A prisoner spins a playing card into a somersault, stirring a wind that becomes a tornado that takes off the roof of a church in nearby Normal, Illinois. Elizabeth Wildhack is born in that church and someday she will meet that prisoner, a man named Diablo, on the streets of New Orleans--where a hurricane-like Great White Spot hovers off the coast. But how is it all interconnected? And what does it have to do with a time-traveling serf and a secret society whose motto is "Walk away"?

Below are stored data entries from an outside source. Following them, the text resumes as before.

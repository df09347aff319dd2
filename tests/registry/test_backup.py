"""backup_register and restore_register: the demo campus survives the round trip, and bad restores are refused.

Run on SQLite by default and on PostgreSQL with DATABASE_URL (DEVELOPERS.md, "Tests").
"""
from __future__ import annotations

import hashlib
import io
import json
import tarfile
from collections.abc import Callable
from io import StringIO
from pathlib import Path
from typing import Any

import pytest
from django.contrib.auth import get_user_model
from django.core import serializers
from django.core.files.base import ContentFile
from django.core.management import CommandError, call_command
from django.db import connection
from django.db.migrations.recorder import MigrationRecorder
from pytest_django.fixtures import Settings

from registry.models import SOP, Laser, Person
from registry.services import sop_approve, sop_create
from registry.services.backup import archived_models, register_backup
from registry.services.campus import campus_load, campus_read
from tests import factories

Snapshot = dict[str, list[dict[str, Any]]]


@pytest.fixture
def media(settings: Settings, tmp_path: Path) -> Path:
    root = tmp_path / "media"
    settings.MEDIA_ROOT = root
    return root


def snapshot() -> Snapshot:
    """Every archived row, foreign keys to accounts and permissions by natural key (their ids may differ)."""
    return {model._meta.label_lower: serializers.serialize(
        "python", model._base_manager.order_by("pk"), use_natural_foreign_keys=True) for model in archived_models()}


def files_under(root: Path) -> dict[str, str]:
    return {path.relative_to(root).as_posix(): hashlib.sha256(path.read_bytes()).hexdigest()
            for path in root.rglob("*") if path.is_file()}


def with_sop_documents() -> None:
    """Two versions of an SOP with uploaded documents, the first superseded by the second."""
    lso = Person.objects.get(user__username="lso")
    laser = Laser.objects.get(asset_tag="FV-0001")
    first = sop_create(laser=laser, title="Oscillator start-up", by=lso,
                       document=ContentFile(b"%PDF-1.4 first version\n", name="oscillator.pdf"))
    sop_approve(sop=first, by=lso)
    second = sop_create(laser=laser, title="Oscillator start-up", by=lso,
                        document=ContentFile(b"%PDF-1.4 second version\n", name="oscillator.pdf"))
    sop_approve(sop=second, by=lso)


def test_the_demo_campus_survives_a_backup_and_a_restore_into_an_empty_database(
        transactional_db: None, media: Path, tmp_path: Path) -> None:
    campus_load(data=campus_read(), set_demo_passwords=True)
    with_sop_documents()
    before, files = snapshot(), files_under(media)
    assert len(files) == 2
    assert len(before["registry.historicalsop"]) > 0 and len(before["registry.historicalaudit_lasers"]) > 0
    archive = tmp_path / "campus.tar.gz"
    out = StringIO()
    call_command("backup_register", str(archive), stdout=out)
    assert out.getvalue().startswith(f"{archive}: ")
    assert out.getvalue().endswith(f" and 2 files ({sum(path.stat().st_size for path in media.rglob('*.pdf'))} bytes).\n")
    assert archive.stat().st_mode & 0o777 == 0o600

    call_command("flush", interactive=False, verbosity=0)
    for path in media.rglob("*"):
        if path.is_file():
            path.unlink()
    assert not Laser.objects.exists()
    empty = snapshot()

    def one_laser_more(member: tarfile.TarInfo, data: bytes) -> tuple[tarfile.TarInfo, bytes]:
        if member.name != "manifest.json":
            return member, data
        manifest = json.loads(data)
        manifest["records"]["registry.laser"] += 1
        return member, json.dumps(manifest).encode()

    # Found only once every row is in: the whole load is undone.
    lasers = len(campus_read()["lasers"])
    with pytest.raises(CommandError, match=rf"do not match the archive's manifest \(registry.laser: {lasers} of {lasers + 1}\)"):
        call_command("restore_register", str(rewritten(archive, one_laser_more)), stdout=StringIO())
    assert snapshot() == empty
    assert files_under(media) == {}

    out = StringIO()
    call_command("restore_register", str(archive), stdout=out)
    assert out.getvalue().endswith(" and 2 files.\n")
    after = snapshot()
    assert after.keys() == before.keys()
    for label in before:
        assert after[label] == before[label], label
    assert files_under(media) == files
    first = SOP.objects.exclude(document="").order_by("version").first()
    assert (first.status, first.document.read()) == ("superseded", b"%PDF-1.4 first version\n")

    with pytest.raises(CommandError, match="is not empty: it holds .* A backup is restored only into a new"):
        call_command("restore_register", str(archive), stdout=StringIO())
    assert snapshot() == after

    # Accounts keep their passwords, and new rows get fresh keys (the sequences moved past the restored ones).
    assert get_user_model().objects.get(username="lso").check_password("lso-demo")
    assert factories.LocationFactory.create().pk > max(row["pk"] for row in before["registry.location"])


@pytest.fixture
def small_archive(db: None, media: Path, tmp_path: Path) -> Path:
    """An archive of a register with one SOP document, written inside the test's transaction."""
    sop = factories.SOPFactory.create()
    sop.document.save("routine.pdf", ContentFile(b"%PDF-1.4 routine\n"))
    archive = tmp_path / "small.tar.gz"
    register_backup(out=archive)
    return archive


def rewritten(archive: Path, change: Callable[[tarfile.TarInfo, bytes], tuple[tarfile.TarInfo, bytes] | None],
              extra: list[tuple[str, bytes]] | None = None) -> Path:
    """A copy of ``archive`` with each member passed through ``change`` (None drops it), plus ``extra`` members."""
    target = archive.with_name("changed.tar.gz")
    with tarfile.open(archive, "r:gz") as source, tarfile.open(target, "w:gz") as copy:
        for member in source.getmembers():
            handle = source.extractfile(member)
            assert handle is not None
            changed = change(member, handle.read())
            if changed is not None:
                info, data = changed
                info.size = len(data)
                copy.addfile(info, io.BytesIO(data))
        for name, data in extra or []:
            info = tarfile.TarInfo(name)
            info.size = len(data)
            copy.addfile(info, io.BytesIO(data))
    return target


def test_the_archive_holds_a_manifest_the_records_and_the_files(small_archive: Path) -> None:
    with tarfile.open(small_archive, "r:gz") as tar:
        names = tar.getnames()
        manifest = json.loads(tar.extractfile("manifest.json").read())  # type: ignore[union-attr]
    assert names[:2] == ["manifest.json", "records.jsonl"]
    assert names[2].startswith("media/sops/routine")
    assert manifest["format"] == "beamkeeper-register-backup" and manifest["version"] == 1
    assert manifest["records"]["registry.sop"] == 1 and manifest["records"]["registry.laser"] == 1
    assert manifest["migrations"]["registry"] == sorted(MigrationRecorder(connection).migration_qs.filter(
        app="registry").values_list("name", flat=True))
    assert set(manifest["files"]) == {names[2].removeprefix("media/")}
    assert "auth.permission" not in manifest["records"] and "authtoken.token" not in manifest["records"]


def test_a_restore_into_a_database_that_holds_records_is_refused(small_archive: Path, media: Path) -> None:
    before = snapshot()
    with pytest.raises(CommandError, match=r"is not empty: it holds [a-z_.]+ \(\d+ rows\)"):
        call_command("restore_register", str(small_archive), stdout=StringIO())
    assert snapshot() == before


def _damage_file(member: tarfile.TarInfo, data: bytes) -> tuple[tarfile.TarInfo, bytes]:
    return member, (data + b"tampered" if member.name.startswith("media/") else data)


def _keep(member: tarfile.TarInfo, data: bytes) -> tuple[tarfile.TarInfo, bytes]:
    return member, data


def _drop_records(member: tarfile.TarInfo, data: bytes) -> tuple[tarfile.TarInfo, bytes] | None:
    return None if member.name == "records.jsonl" else (member, data)


@pytest.mark.parametrize(("change", "extra", "message"), [
    (_damage_file, None, r"media/sops/routine.*\.pdf does not match its checksum; the archive is damaged"),
    (_keep, [("../outside.txt", b"x")], r"holds '../outside.txt', which no register backup holds"),
    (_keep, [("media/unlisted.pdf", b"x")], "the files in the archive are not the files its manifest lists"),
    (_drop_records, None, "is not a register backup: it has no manifest.json or records.jsonl"),
])
def test_a_damaged_or_foreign_archive_is_refused_before_anything_is_written(
        small_archive: Path, media: Path, change: Callable[..., Any], extra: list[tuple[str, bytes]] | None,
        message: str) -> None:
    before, files = snapshot(), files_under(media)
    with pytest.raises(CommandError, match=message):
        call_command("restore_register", str(rewritten(small_archive, change, extra)), stdout=StringIO())
    assert snapshot() == before
    assert files_under(media) == files


def test_a_file_that_is_not_an_archive_is_refused(tmp_path: Path, db: None) -> None:
    fake = tmp_path / "notes.tar.gz"
    fake.write_text("not an archive")
    with pytest.raises(CommandError, match="is not a gzipped tar archive"):
        call_command("restore_register", str(fake), stdout=StringIO())
    with pytest.raises(CommandError, match="missing.tar.gz: no such file"):
        call_command("restore_register", str(tmp_path / "missing.tar.gz"), stdout=StringIO())


def test_an_archive_from_other_migrations_is_refused(small_archive: Path, media: Path) -> None:
    applied = sorted(MigrationRecorder(connection).migration_qs.filter(app="registry").values_list("name", flat=True))

    def one_migration_behind(member: tarfile.TarInfo, data: bytes) -> tuple[tarfile.TarInfo, bytes]:
        if member.name != "manifest.json":
            return member, data
        manifest = json.loads(data)
        manifest["migrations"]["registry"] = applied[:-1]
        return member, json.dumps(manifest).encode()

    before = snapshot()
    with pytest.raises(CommandError) as raised:
        call_command("restore_register", str(rewritten(small_archive, one_migration_behind)), stdout=StringIO())
    assert str(raised.value) == (
        f"The archive was written by another version of the register (registry: archive at {applied[-2]}, "
        f"database at {applied[-1]}). Restore it with the version that wrote it, then upgrade.")
    assert snapshot() == before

"Chaos theory says that a tiny, almost imperceptible event can have large, even catastrophic coincidences: a butterfly flapping its wings in North America leads to a hurricane on another continent, for example. In this fictional take on chaos theory, several offbeat characters are linked by a single event that expands through time, sweeping them up in it and changing their lives. A traveler works a nifty trick with a playing card, and a tornado strikes a small Illinois town; a woman is born during the tornado and later meets the man who set it in motion; 1,200 years earlier, a man who is supposed to be stoned to death discovers he has an uncanny knack for surviving; and, back in the present day, another man speaks only in the present tense. Comparisons of this novel to the works of Tom Robbins are both obvious and appropriate: the story meanders around in an entertaining manner, never getting too serious about itself; the characters are splendidly loopy, close to caricature but never quite reaching it, and the situations in which they find themselves are comic, dramatic, and everything in between." --Booklist
"Linguistic gymnastics abound... Vigorito demonstrates once again that he's a wild stylist... startlingly original... an entertaining anarchist..." --The Chicago Sun-Times
"A neopsychedelic satire... channeling the spirited humor of Douglas Adams’ The Hitchhiker’s Guide to the Galaxy series..., Vigorito's is a crisp, sardonic voice." --Texas Monthly
"Part quirky love story, part philosophical manifesto, and part metaphysical mystery, Nine Kinds of Naked is almost more musical dance than written word. Tony Vigorito's book... is right at home with the works of Tom Robbins and Christopher Moore." --Sacramento Book Review
"With this strange carnival of a book, Vigorito has scored himself a permanent plot in the neighborhood of the American surrealist novel. The breadth of his imagination and the sheer exuberance of his writing cannot be ignored." --Neal Pollack, author of The Neal Pollack Anthology of American Literature and Never Mind The Pollacks
"Nine Kinds of Naked offers ten distinct varieties of literary satisfaction, including metaphysical highjinks, libidinous lowjinks, hermeneutic mind games, Gordian plot twists, cognitive estrangement, linguistic surrealism, stylistic pyrotechnics, laugh-out-loud jokes, scrappy extrapolations, and the synergistic sum of the above."
--James Morrow, author of The Last Witchfinder and The Philosopher's Apprentice
"Fans of Vigorito's... 2007 cult hit Just a Couple of Days will have a ball with this hyperactive, zany novel." --Publisher's Weekly
"Another whimsical tale of time, space, coincidence, and cause and effect. The author displays most of the linguistic acrobatics and playful rumination that made his debut a cult classic... In the tradition of Douglas Adams and Tom Robbins, much of the book is given over to philosophical musings about the connection among all things." --Kirkus Reviews
"Tony Vigorito has grown a cult following of thousands for one reason—his stuff is fun to read... It’s innocent, whimsical, sometimes silly even, but filled with the freshness and the freewheeling independence that made his reputation... This book is the “work” of one of the least pretentious and most enjoyable to read novelists at play in America today..." --Kris Saknussemm, author of Zanesville
"Nine Kinds of Naked is a wildly spinning tornado of beautiful fresh air. It'll blow its quixotic winds up your nose and make even the most cynical want to tear off their clothes and dance naked in the streets." --Chris Genoa, author of Foop!